Warrior takes another pair of brothers, played by Edgerton and Hardy, makes ‘em both former fighters—Hardy was favored by alcoholic dad Nick Nolte; Edgerton was and is the scrappy underdog—and gives ‘em both perfectly reasonable if intensely melodramatic reasons to make a run at a Mixed Martial Arts tournament with a five million dollar purse. The two actors’ versions of toughness—Edgerton’s desperation to provide for his family, Hardy’s wounded anger—gives their parallel stories momentum, and Warrior is involving, including the way it manages to make MMA seem merely as brutal and animalistic as boxing or wrestling, and not far more. But it’s still a movie that cuts between multiple extremely vocal cheering sections watching climactic fights on television, puts women in the worried-or-dead roles, and solves most of its problems through fantastical feats of strength. It does all of this with decent skill and sensitivity; there’s nothing wrong with a slice or two of cheese. Just please don’t start calling this some kind of little movie that could.

Bucky Larson: Born to Be a Star: For the frequency of Happy Madison’s Goofy Name: Dopey Subtitle formula, in which an Adam Sandler cohort is given a character too goony even for the Sandman in his prime (see David Spade in Dickie Roberts: Former Child Star; David Spade in Joe Dirt; Rob Schneider in Deuce Bigalow: Male Gigolo), you’d think it would have yielded hit after hit, rather than, you know, one (take a bow, Deuce Bigalow). But I guess even movies like Grandma’s Boy probably do OK on DVD and don’t cost much to produce, which means that it’s Nick Swardson’s turn for Bucky Larson, a long-shelved sex comedy that will almost certainly include very little sex.

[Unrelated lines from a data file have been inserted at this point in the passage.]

/**
 * Connectors per system: inside corner bracket, gusset plate, concealed end connector, end screw,
 * three-way corner cube and pivot hinge. Machining figures (counterbore diameter and distance,
 * access hole) are Slotwise demo values of common practice, no source: always check the
 * connector supplier's instructions. Masses are estimates; prices are demo prices, invented.
 */
import { threadFor } from './fastenerStandards';
import { fastenerId } from './fasteners';
import { SYSTEM_PREFIX, systemPartCode } from './systems';
import type { Connector, ProfileSystem } from './types';

const INCH = 25.4;

interface SystemHardware {
  /** Screw length for brackets, gussets and hinges (T-nut screws), mm. */
  slotScrewLength: number;
  /** Screw length for concealed connectors and corner cubes (into the tapped end), mm. */
  endScrewShortLength: number;
  /** Screw length for end screws (through the met profile into the tapped end), mm. */
  endScrewLongLength: number;
  /** Concealed connector access counterbore diameter, mm. */
  counterboreDiameter: number;
  /** Access hole diameter for end screws (hex key access), mm. */
  accessHoleDiameter: number;
  /** Price factor relative to the 40 mm system (demo). */
  priceFactor: number;
}

const hardware: Record<ProfileSystem['id'], SystemHardware> = {
  'inch-1.0': { slotScrewLength: 0.5 * INCH, endScrewShortLength: 0.75 * INCH, endScrewLongLength: 1.5 * INCH, counterboreDiameter: 7.9, accessHoleDiameter: 7.9, priceFactor: 0.8 },
  'inch-1.5': { slotScrewLength: 0.625 * INCH, endScrewShortLength: 1 * INCH, endScrewLongLength: 2.25 * INCH, counterboreDiameter: 9.5, accessHoleDiameter: 9.5, priceFactor: 1.05 },
  'metric-20': { slotScrewLength: 10, endScrewShortLength: 16, endScrewLongLength: 30, counterboreDiameter: 6.5, accessHoleDiameter: 6, priceFactor: 0.6 },
  'metric-30': { slotScrewLength: 12, endScrewShortLength: 20, endScrewLongLength: 45, counterboreDiameter: 8, accessHoleDiameter: 7, priceFactor: 0.8 },
  'metric-40': { slotScrewLength: 16, endScrewShortLength: 30, endScrewLongLength: 60, counterboreDiameter: 10, accessHoleDiameter: 8, priceFactor: 1 },
  'metric-45': { slotScrewLength: 16, endScrewShortLength: 35, endScrewLongLength: 65, counterboreDiameter: 10, accessHoleDiameter: 10, priceFactor: 1.15 },
};

const money = (v: number) => Math.round(v * 100) / 100;

export function buildConnectors(systems: ProfileSystem[]): Connector[] {
  const out: Connector[] = [];
  for (const s of systems) {
    const p = SYSTEM_PREFIX[s.id];
    const code = `SW-${systemPartCode(s.id)}`;
    const hw = hardware[s.id];
    const k = hw.priceFactor;
    const size = s.outerSize;
    // Mass scales with the cube of the profile size relative to 40 mm (estimate).
    const m = (kg40: number) => Math.round(kg40 * (size / 40) ** 3 * 1000) / 1000;
    const slotScrew = fastenerId('button', s.screwSize, hw.slotScrewLength);
    const shortEndScrew = fastenerId('socket', s.endTapSize, hw.endScrewShortLength);
    const longEndScrew = fastenerId('socket', s.endTapSize, hw.endScrewLongLength);
    const tapDrill = s.centreBoreDiameter;
    const tap = s.endTapSize;
    const common = { systemIds: [s.id] };
    out.push(
      {
        ...common,
        id: `${p}-corner-bracket`,
        partCode: `${code}-BRK-IN`,
        kind: 'corner-bracket',
        name: `Inside corner bracket, ${s.name}`,
        unitMass: m(0.045),
        price: money(2.4 * k),
        fasteners: [{ fastenerId: slotScrew, quantity: 2 }],
        tNutCount: 2,
        machining: [],
        occupiedSlotLength: round1(size * 0.9),
      },
      {
        ...common,
        id: `${p}-gusset-plate`,
        partCode: `${code}-GUS-L`,
        kind: 'gusset-plate',
        name: `Gusset plate, L, ${s.name}`,
        unitMass: m(0.11),
        price: money(4.9 * k),
        fasteners: [{ fastenerId: slotScrew, quantity: 4 }],
        tNutCount: 4,
        machining: [],
        occupiedSlotLength: round1(size * 2),
        plate: { width: round1(size * 2), height: round1(size * 2), thickness: round1(Math.max(3, size * 0.1)) },
      },
      {
        ...common,
        id: `${p}-concealed-connector`,
        partCode: `${code}-CON-HID`,
        kind: 'concealed-connector',
        name: `Concealed end connector, ${s.name}`,
        unitMass: m(0.03),
        price: money(3.1 * k),
        fasteners: [{ fastenerId: shortEndScrew, quantity: 1 }],
        tNutCount: 0,
        machining: [
          { kind: 'access-counterbore', on: 'joined', offsetFromEnd: round1(size / 2), diameter: hw.counterboreDiameter },
        ],
        occupiedSlotLength: round1(size * 0.3),
        accessCounterbore: { diameter: hw.counterboreDiameter, distanceFromEnd: round1(size / 2) },
      },
      {
        ...common,
        id: `${p}-end-screw`,
        partCode: `${code}-SCR-END`,
        kind: 'end-screw',
        name: `End screw joint, ${s.name} (${threadFor(tap).designation})`,
        unitMass: 0,
        price: 0,
        fasteners: [{ fastenerId: longEndScrew, quantity: 1 }],
        tNutCount: 0,
        machining: [
          { kind: 'end-tap', on: 'joined', offsetFromEnd: 0, diameter: tapDrill, tapSize: tap },
          { kind: 'access-hole', on: 'met', offsetFromEnd: 0, diameter: hw.accessHoleDiameter },
        ],
        occupiedSlotLength: 0,
        endScrew: { tapSize: tap, tapDrillDiameter: tapDrill, accessHoleDiameter: hw.accessHoleDiameter },
      },
      {
        ...common,
        id: `${p}-corner-cube`,
        partCode: `${code}-CUBE-3W`,
        kind: 'corner-cube',
        name: `Three-way corner cube, ${s.name}`,
        unitMass: m(0.14),
        price: money(5.6 * k),
        fasteners: [{ fastenerId: shortEndScrew, quantity: 3 }],
        tNutCount: 0,
        machining: [{ kind: 'end-tap', on: 'each-end', offsetFromEnd: 0, diameter: tapDrill, tapSize: tap }],
        occupiedSlotLength: 0,
      },
      {
        ...common,
        id: `${p}-pivot-hinge`,
        partCode: `${code}-HNG-PVT`,
        kind: 'hinge',
        name: `Pivot hinge, ${s.name}`,
        unitMass: m(0.09),
        price: money(6.8 * k),
        fasteners: [{ fastenerId: slotScrew, quantity: 4 }],
        tNutCount: 4,
        machining: [],
        occupiedSlotLength: round1(size * 1.1),
      },
    );
  }
  return out;
}

function round1(v: number): number {
  return Math.round(v * 10) / 10;
}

Swardson plays a bucktoothed goon with a cartoon accent who finds out that his parents were porn actors and pursues “stardom” in the business himself. Actually, like Dickie Roberts: Former Child Star, this isn’t a bad high-concept broad-comedy pitch—but I’m sure the resemblance continues right down to the movie sucking. Nonetheless, some kind of audience will eventually find this movie; I’m pretty sure there hasn’t been a broad grotesque studio comedy made in the last decade that didn’t pick up some kind of misguided DVD following. In fact, I’d love to see a statistical analysis comparing the mangy cult followings of, say, Strange Wilderness (never seen it) to, say, Dirty Work (saw it twice in the theaters, own the VHS!), though maybe that study should wait until Peter Dante gets his own Sandler-produced crapfest.